Speaker: Ayush Singh (SISSA) 

Title: A Quantum Theory of... Knots?

Abstract: The standard story of quantum field theory and knot invariants is usually an account of Witten's, rather unexpected, discovery that vacuum expectation value of a Wilson loop in a Chern-Simons theory computes the Jones polynomial of a knot at a root of unity. However, in this talk---with the benefit of hindsight---I would like to argue that this relationship is natural. And by describing a TQFT of knots, I will demonstrate that the desired features of knot polynomials and (topological) QFT path integrals are the same.

May 10, 2024

Speaker: Bruno Renzi (Universita' degli studi di Milano Statale) 

Title: Universality in interacting dimers at the liquid-frozen transition.

Abstract: A central issue in equilibrium statistical mechanics is the universality of critical phenomena.  In the context of two-dimensional lattice models, we will examine the dimer model. A simple model for (among other things) discrete random surfaces, it was first solved in 1961 for planar graphs by Kasteleyn and Temperley and Fisher. In more recent years (2006), Kenyon, Okounkov and Sheffield [KOS] provided a complete characterization, for doubly periodic planar graphs, of its phase diagram in terms of correlations and fluctuations of the associated surface. They unveiled a deep geometric structure and, in the so-called rough phase, a universal Gaussian limit for surface fluctuations. In the presence of perturbations that break integrability, there are far fewer rigorous results. In very recent years it has been shown that a weaker form of universality is to be expected: in the rough phase, the critical exponents may vary with the interaction strength, but they are remarkably related by simple algebraic relations, so that a Gaussian limit for the surface can still be found [GMT-GRT]. In this talk, after an accessible overview of statistical mechanics and the topic of universality, we discuss the rough-to-frozen transition of the dimer model and a connected (strong-) universality result for the free energy.

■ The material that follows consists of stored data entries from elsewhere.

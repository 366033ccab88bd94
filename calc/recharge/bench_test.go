package recharge

import "testing"

// benchPeriod is a half-bridge at 100 kHz: 12 V, a silicon diode, 2.2 ohm, 470 nF, blocked on-time and three intervals to recharge.
func benchPeriod(tb testing.TB) Period {
	tb.Helper()
	j, err := FitJunction([]DiodePoint{{0.01, 0.55}, {1, 0.95}}, nan, 25)
	if err != nil {
		tb.Fatal(err)
	}
	return Period{
		Element:     Element{Junction: j, Resistance: 2.2 + j.Resistance},
		Capacitance: 470e-9,
		On:          Interval{Duration: 4.9e-6, Drive: 12 - 400, Conducts: true, Load: 250e-6, Conductance: 1e-4},
		Off: []Interval{
			{Duration: 0.1e-6, Drive: 12.9, Conducts: true, Load: 250e-6},
			{Duration: 4.9e-6, Drive: 12.05, Conducts: true, Load: 250e-6},
			{Duration: 0.1e-6, Drive: 12.9, Conducts: true, Load: 250e-6},
		},
		Charge: 60e-9, ChargePerVolt: 4e-9, Return: 1e-9, RecoverySpec: 10e-9, RecoveryTau: 20e-9,
	}
}

func BenchmarkSteadyState(b *testing.B) {
	p := benchPeriod(b)
	b.ReportAllocs()
	var s Steady
	for b.Loop() {
		s = p.SteadyState()
	}
	if !s.Converged || s.Collapses {
		b.Fatal(s)
	}
	b.ReportMetric(float64(s.Iterations), "maps/op")
}

func BenchmarkMap(b *testing.B) {
	p := benchPeriod(b)
	b.ReportAllocs()
	v := 11.0
	for b.Loop() {
		v, _ = p.Map(v)
	}
	if v < 10 {
		b.Fatal(v)
	}
}

// The service answers thousands of these per request: none may allocate.
func TestSteadyStateDoesNotAllocate(t *testing.T) {
	p := benchPeriod(t)
	if n := testing.AllocsPerRun(100, func() { p.SteadyState() }); n != 0 {
		t.Errorf("%v allocations", n)
	}
}
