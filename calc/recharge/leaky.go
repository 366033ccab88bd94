package recharge

import (
	"math"

	"floatrail/calc/internal/numeric"
)

// leaky is the law with a conductance across the capacitor while the element may conduct, about its equilibrium, eq. (8).
type leaky struct {
	law     *law
	drive   float64 // E [V]
	g, c    float64 // conductance [S], capacitance [F]
	rest    float64 // v*, the equilibrium [V]
	logS, s float64 // ln s* and s* [A]
}

// advanceLeaky inverts t = ∫dw/k by Newton's method, the integral carried on from step to step.
func (w *law) advanceLeaky(v0 float64, iv *Interval, c float64) (v1, slope, charge float64) {
	y := leaky{law: w, drive: iv.Drive, g: iv.Conductance, c: c}
	// s·(1 + G·R) + G·n·V_T·ln s = I + I_S + G·(E + I_S·R + n·V_T·ln I_S)
	lift := math.Log((1 + y.g*w.r) / (y.g * w.slope))
	y.logS = numeric.LogLambert((iv.Load+w.is)/(y.g*w.slope)+(iv.Drive+w.is*w.r)/w.slope+w.logIS+lift) - lift
	y.s = math.Exp(y.logS)
	y.rest = w.voltage(iv.Drive, y.logS, y.s)
	x0 := v0 - y.rest
	k0, kRest := y.rate(v0), y.rate(y.rest)
	if x0 != x0 || k0 != k0 || kRest != kRest {
		nan := math.NaN()
		return nan, nan, nan
	}
	at, sum := y.depth(x0, k0, kRest, iv.Duration)
	v1 = y.rest + x0*math.Exp(at)
	slope = math.Exp(at) * y.rate(v1) / k0 // the flow is autonomous: dv1/dv0 = f(v1)/f(v0)
	area := y.rest*iv.Duration + x0*sum
	return v1, slope, c*(v1-v0) + iv.Load*iv.Duration + y.g*area
}

// deepest is the w at which v is the equilibrium to the last digit.
const deepest = -46

// depth returns w = ln((v - v*)/(v0 - v*)) after the time t [s] and ∫(v - v*)/(v0 - v*) dt [s].
func (y *leaky) depth(x0, k0, kRest, t float64) (at, sum float64) {
	panels := func(w float64) (float64, float64) {
		e := math.Exp(w)
		k := y.rate(y.rest + x0*e)
		return 1 / k, e / k
	}
	low, high := math.Max(deepest, -math.Max(k0, kRest)*t), math.Min(0, -math.Min(k0, kRest)*t)
	if high <= deepest {
		high, low = deepest, deepest
	}
	left, k := t, k0
	for range 60 {
		next := math.Min(math.Max(at-k*left, low), high)
		if next == at {
			break
		}
		// from next up to at: positive when time goes on
		used, part := numeric.Integrate(panels, next, at, 1e-13)
		step := next - at
		at, left, sum = next, left-used, sum+part
		if left > 0 && at <= deepest {
			return at, sum
		}
		if !(math.Abs(left) > 1e-14*t) || !(math.Abs(step) > 1e-15) {
			break
		}
		k = y.rate(y.rest + x0*math.Exp(at))
	}
	return at, sum
}

// rate returns k of eq. (8) [1/s] at the voltage v [V].
func (y *leaky) rate(v float64) float64 {
	logS, s := y.law.saturated(y.drive - v)
	d := logS - y.logS
	mean := (s - y.s) / d
	if math.Abs(d) < 1 {
		mean = y.s * expm1Ratio(d)
	}
	return (y.g + 1/(y.law.r+y.law.slope/mean)) / y.c
}
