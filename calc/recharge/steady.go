package recharge

import "math"

// Steady is the periodic steady state. When Collapses, or when there is no steady state within reach (not Converged), the
// voltages and charges are NaN: there is nothing to quote.
type Steady struct {
	Low          float64 // lowest V_BS of the period, normally at the end of the on-time [V]
	High         float64 // highest V_BS of the period [V]
	AfterEdge    float64 // V_BS just after the rising edge [V]
	BeforeEdge   float64 // V_BS just before the rising edge [V]
	HighInterval int     // index into Period.Off of the interval that ends at High; -1: the on-time with the charge returned

	// Deficit is the largest E - v_D over the intervals that may conduct, less Low: what is missing to the level at which
	// only the junction would drop. v_D is the junction's drop, without resistance, at the mean recharge current
	// (recharge over TimeConducting) or at the load where that is more [V].
	Deficit        float64
	Recovery       float64 // Q_rr that left at the rising edge [C]
	Charge         float64 // drawn per period: edges, less Return, and loads; equal to ∫i dt through the element [C]
	TimeConducting float64 // length of the intervals that each bring at least 1 % of Charge [s]

	Collapses        bool    // Map(0) <= 0: no positive steady state
	PeriodsToLockout int     // from Period.Start to below Period.Lockout; 0: not asked, -1: not within 20000 periods
	Iterations       int     // evaluations of the map
	Offset           float64 // of BeforeEdge from where the iteration starts by itself [V]
	Converged        bool    // false: OPEN, never a number
}

const (
	nearby             = 0.1 // offset that is taken over, as a share of the guess; another period may lie farther away
	mostIterations     = 120
	mostCountedPeriods = 20_000
)

// SteadyState finds the fixed point of Map on [0, E_max], bracketed. From the second evaluation on, the inverse cubic through the last
// two values of Map(v) - v and their analytic derivatives gives the next v; before that, and where that leaves the bracket,
// Newton's method, on ln(charge in/charge drawn) when these differ by more than a factor of 2, as that is the straighter function
// where the diode's exponential rules; else bisection. It ends with a step of Newton's method of 1e-8 V at most, which leaves an error of its
// square, and moves the voltages of that pass along their tangents; or at the last digit of V_BS.
func (p Period) SteadyState() Steady { return p.SteadyStateNear(0) }

// SteadyStateNear is SteadyState for a period whose steady state is taken to lie as far from where the iteration starts [V] as Steady.Offset
// says of a similar one. NaN, or more than nearby: not known.
func (p *Period) SteadyStateNear(offset float64) Steady {
	w := p.Element.law()
	var tr trace
	emax := p.strongestDrive()
	// no interval lifts v above E_max; the slack is for the rounding of a root there
	top := (math.Max(emax, 0)+math.Max(p.Return, 0)/p.Capacitance)*(1+1e-6) + 1e-6
	if top != top {
		return p.nothing(0, false)
	}
	low, high := 0.0, top
	zeroRises := false // Map(0) > 0 is known
	guess := p.guess(&w, emax)
	start := guess
	if math.Abs(offset) <= nearby*guess {
		start += offset
	}
	v := math.Min(math.Max(start, low), high)
	short := p.shortStep()
	var before node
	for n := 1; n <= mostIterations; n++ {
		next, slope := p.pass(&w, v, &tr)
		here := node{v: v, rise: next - v, slope: slope - 1}
		if here.rise != here.rise {
			return p.nothing(n, false)
		}
		if v == 0 && here.rise <= 0 {
			return p.nothing(n, true)
		}
		step := -here.rise / here.slope
		if ratio := tr.carried / tr.drawn; tr.drawn > 0 && (ratio > 2 || ratio > 0 && ratio < 0.5) {
			step = math.Log(ratio) * tr.carried / (-here.slope * p.Capacitance)
		}
		if v > 0 && p.atRoot(here, step, short, tr.drawn, high-low) {
			if !(math.Abs(step) <= short) { // at the last digit already
				step = 0
			}
			return p.steady(&w, v, step, guess, &tr, n)
		}
		if here.rise > 0 {
			low, zeroRises = v, true
		} else {
			high = v
		}
		to := math.NaN()
		if n > 1 {
			to = inverseCubic(before, here)
		}
		if !(to > low && to < high) {
			to = v + step
		}
		slow := n > 12 && n%2 == 0 // then every second step halves the bracket
		if !(to > low && to < high) || slow && zeroRises {
			to = low + (high-low)/2
			if !zeroRises && v > 0 {
				to = 0 // does it collapse?
			} else if to == low || to == high { // the bracket is one digit wide
				if high == top && here.rise > 0 {
					return p.nothing(n, false)
				}
				return p.steady(&w, v, 0, guess, &tr, n)
			}
		}
		before, v = here, to
	}
	return p.nothing(mostIterations, false)
}

// shortStep is the longest step that is taken along the tangents [V]: shorter where an interval conducts beside a conductance, as then the tangent of
// the charge drawn is not known.
func (p *Period) shortStep() float64 {
	leaky := p.On.Conducts && p.On.Conductance > 0
	for k := range p.Off {
		leaky = leaky || p.Off[k].Conductance > 0
	}
	if leaky {
		return 1e-10
	}
	return 1e-8
}

// atRoot tells whether the iteration may end at a node: the charge of the period nearly balances and the next step [V] is short, or the rise is
// at the last digit of v, in a bracket of a width [V]. With slope 1 nothing is drawn and nothing carried, and any such v stays.
func (p *Period) atRoot(here node, step, short, drawn, width float64) bool {
	if math.Abs(p.Capacitance*here.rise) <= 1e-6*drawn && math.Abs(step) <= short {
		return true
	}
	return math.Abs(here.rise) <= 4e-15*math.Max(here.v, 1e-3) && (math.Abs(step) <= 1e-9 || width <= 1e-9 || here.slope > -1e-13)
}

// node is Map(v) - v and its derivative at v.
type node struct {
	v, rise float64 // [V]
	slope   float64 // [1]
}

// inverseCubic returns the value at rise = 0 of the cubic v(rise) that has the values and derivatives of both nodes [V].
func inverseCubic(a, b node) float64 {
	d := a.rise - b.rise
	chord := (a.v - b.v) / d
	second := (chord - 1/b.slope) / d
	third := ((1/a.slope-chord)/d - second) / d
	return b.v - b.rise*(1/b.slope-b.rise*(second-a.rise*third))
}

// strongestDrive returns the largest E of the intervals that may conduct [V], -Inf without any.
func (p *Period) strongestDrive() float64 {
	most := math.Inf(-1)
	if p.On.Conducts && !(p.On.Duration <= 0) {
		most = p.On.Drive
	}
	for k := range p.Off {
		if iv := &p.Off[k]; iv.Conducts && !(iv.Duration <= 0) && !(iv.Drive <= most) {
			most = iv.Drive
		}
	}
	return most
}

// guess returns a start for the iteration [V]: the best V_BS that one interval alone would leave if it had to bring the whole charge Q. The
// exponential of R·C then ends with the current i = (Q/(R·C))/(e^(t/(R·C)) - 1), R with the junction's n·V_T/(Q/t); the
// junction's own tail with C·n·V_T/t; the larger of the two counts.
func (p *Period) guess(w *law, emax float64) float64 {
	q := p.Charge + p.ChargePerVolt*emax + (p.On.Load+p.On.Conductance*emax)*math.Max(p.On.Duration, 0) - p.Return
	for k := range p.Off {
		q += p.Off[k].Load * math.Max(p.Off[k].Duration, 0)
	}
	if !(q > 0) {
		return emax
	}
	best := math.Inf(-1)
	for k := range p.Off {
		iv := &p.Off[k]
		if !iv.Conducts || iv.Duration <= 0 {
			continue
		}
		r := w.r + w.slope*iv.Duration/q
		x := iv.Duration / (r * p.Capacitance)
		end := math.Max(q/iv.Duration/expm1Ratio(x), p.Capacitance*w.slope/iv.Duration)
		v := iv.Drive - w.r*end
		if !w.linear {
			v -= w.slope * math.Max(0, math.Log(end)-w.logIS)
		}
		best = math.Max(best, v)
	}
	return best
}

// steady describes the fixed point a step [V] from v [V], whose pass left tr.
func (p *Period) steady(w *law, v, step, guess float64, tr *trace, n int) Steady {
	v += step
	s := Steady{
		Low: math.Min(tr.low+step*tr.lowSlope, v), High: tr.high + step*tr.highSlope, HighInterval: tr.highest,
		AfterEdge: tr.after + step*tr.afterSlope, BeforeEdge: v,
		Recovery: tr.recovery + step*tr.recoverySlope, Charge: tr.drawn + step*tr.drawnSlope, TimeConducting: tr.conducting, Iterations: n, Converged: true,
		Offset: v - guess,
	}
	ideal := p.strongestDrive()
	if !w.linear {
		reference := 0.0
		if tr.conducting > 0 {
			reference = tr.recharged / tr.conducting
		}
		for k := range p.Off {
			reference = math.Max(reference, p.Off[k].Load)
		}
		ideal -= Junction{Slope: w.slope, LogSaturation: w.logIS}.junctionVoltage(reference)
	}
	s.Deficit = ideal - s.Low
	if p.Lockout > 0 && s.Low < p.Lockout {
		s.PeriodsToLockout = p.PeriodsUntil(p.Start, p.Lockout, mostCountedPeriods)
	}
	return s
}

// nothing is the answer without a steady state: a collapse, or none found.
func (p *Period) nothing(n int, collapses bool) Steady {
	nan := math.NaN()
	s := Steady{
		Low: nan, High: nan, AfterEdge: nan, BeforeEdge: nan, Deficit: nan, Recovery: nan, Charge: nan, TimeConducting: nan,
		Offset: nan, HighInterval: -1, Collapses: collapses, Converged: collapses, Iterations: n,
	}
	if collapses && p.Lockout > 0 {
		s.PeriodsToLockout = p.PeriodsUntil(p.Start, p.Lockout, mostCountedPeriods)
	}
	return s
}
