package recharge

import "math"

const (
	thermalVoltagePerKelvin = 1.380649e-23 / 1.602176634e-19 // k/q, exact SI constants [V/K]
	zeroCelsius             = 273.15                         // [K]
	dropPerKelvin           = -2e-3                          // silicon forward drop at constant current, from memory [V/K]

	// A smaller n·V_T is taken as that of an ideal diode, which drops below 1 µV and leaks nothing.
	idealSlope         = 1e-9 // [V]
	idealLogSaturation = -700 // [1]
)

// DiodePoint is one point of a forward characteristic.
type DiodePoint struct {
	Current float64 // forward current [A]
	Voltage float64 // forward voltage at that current [V]
}

// Junction is the static law of a diode, v = n·V_T·ln(1 + i/I_S) + r_D·i [V], at one temperature.
type Junction struct {
	Slope         float64 // n·V_T; below 1 nV: an ideal diode, no drop and no leakage [V]
	LogSaturation float64 // ln(I_S/1 A); I_S itself underflows for sharp characteristics [1]
	Resistance    float64 // r_D [ohm]
}

// law returns n·V_T [V] and ln I_S [1] as they are used.
func (j Junction) law() (slope, logSaturation float64) {
	if j.Slope < idealSlope {
		return idealSlope, idealLogSaturation
	}
	return j.Slope, j.LogSaturation
}

// Voltage returns the drop at the current i [A], series resistance included [V]. Below -I_S there is none: -Inf.
func (j Junction) Voltage(i float64) float64 {
	return j.junctionVoltage(i) + j.Resistance*i
}

// junctionVoltage is n·V_T·ln(1 + i/I_S) [V] at the current i [A].
func (j Junction) junctionVoltage(i float64) float64 {
	slope, logIS := j.law()
	switch {
	case i > 0:
		d := math.Log(i) - logIS
		if d > 40 {
			return slope * d
		}
		return slope * math.Log1p(math.Exp(d))
	case i == 0:
		return 0 * (slope + logIS)
	default:
		d := math.Log(-i) - logIS
		if d >= 0 {
			return math.Inf(-1)
		}
		return slope * math.Log1p(-math.Exp(d))
	}
}

// AtTemperature moves the law from fromC to tempC [°C]: n·V_T scales with the absolute temperature, then ln I_S is set so that
// the drop at the upper point's current moves by -2 mV/K (silicon, from memory). r_D stays. The junction's part of that drop
// is kept at n·V_T·ln 2 or more (I_S at most that current), where -2 mV/K would make a low drop vanish or turn negative.
func (j Junction) AtTemperature(tempC, fromC float64, upper DiodePoint) Junction {
	if tempC == fromC || j.Slope < idealSlope {
		return j
	}
	slope := j.Slope
	moved := slope * (tempC + zeroCelsius) / (fromC + zeroCelsius)
	drop := math.Max(j.junctionVoltage(upper.Current)+dropPerKelvin*(tempC-fromC), moved*math.Ln2)
	return Junction{Slope: moved, LogSaturation: saturation(upper.Current, drop, moved), Resistance: j.Resistance}
}

// saturation returns ln I_S [1] of the junction with slope n·V_T [V] that drops v [V] at i [A]: I_S = i/(e^(v/(n·V_T)) - 1).
func saturation(i, v, slope float64) float64 {
	x := v / slope
	return math.Log(i) - x - math.Log(-math.Expm1(-x))
}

[KOS] R. Kenyon, A. Okounkov, S. Sheffield, Dimers and Amoebae, AM 163 (2006).

[GMT] A. Giuliani, V. Mastropietro, F. L. Toninelli Non-integrable Dimers: Universal Fluctuations of Tilted Height Profiles, CMP 377 (2020).

[GRT] A. Giuliani, B. R., F. L. Toninelli, Weakly non-planar dimers, PMP 4 (2023).

May 13, 2024

Speaker: Feliz Thimm (University of Oslo)

Title: Wall-Crossing in Enumerative Geometry

Abstract: In enumerative geometry, we count various types of objects, for example curves, vector bundles, or quiver representations. To do so, we consider so-called moduli spaces, which parametrize such objects and consider invariants counting the "size" of the moduli space. To obtain well-defined invariants, we restrict to sub-moduli spaces, which parametrize geometrically meaningful objects. Abstractly, this is done by restricting to so-called semi-stable objects for a certain stability condition. We will introduce stability conditions, primarily focused on simple examples. When varying parameters of the stability condition, we change the moduli space, i.e. the objects we count. This leads to the natural question of how invariants change under a change of stability condition. The answer to this is given by so-called wall-crossing formulas. These can be used to show relations between different invariants and even help compute certain invariants. We will introduce the basic ideas of wall-crossing and present some applications.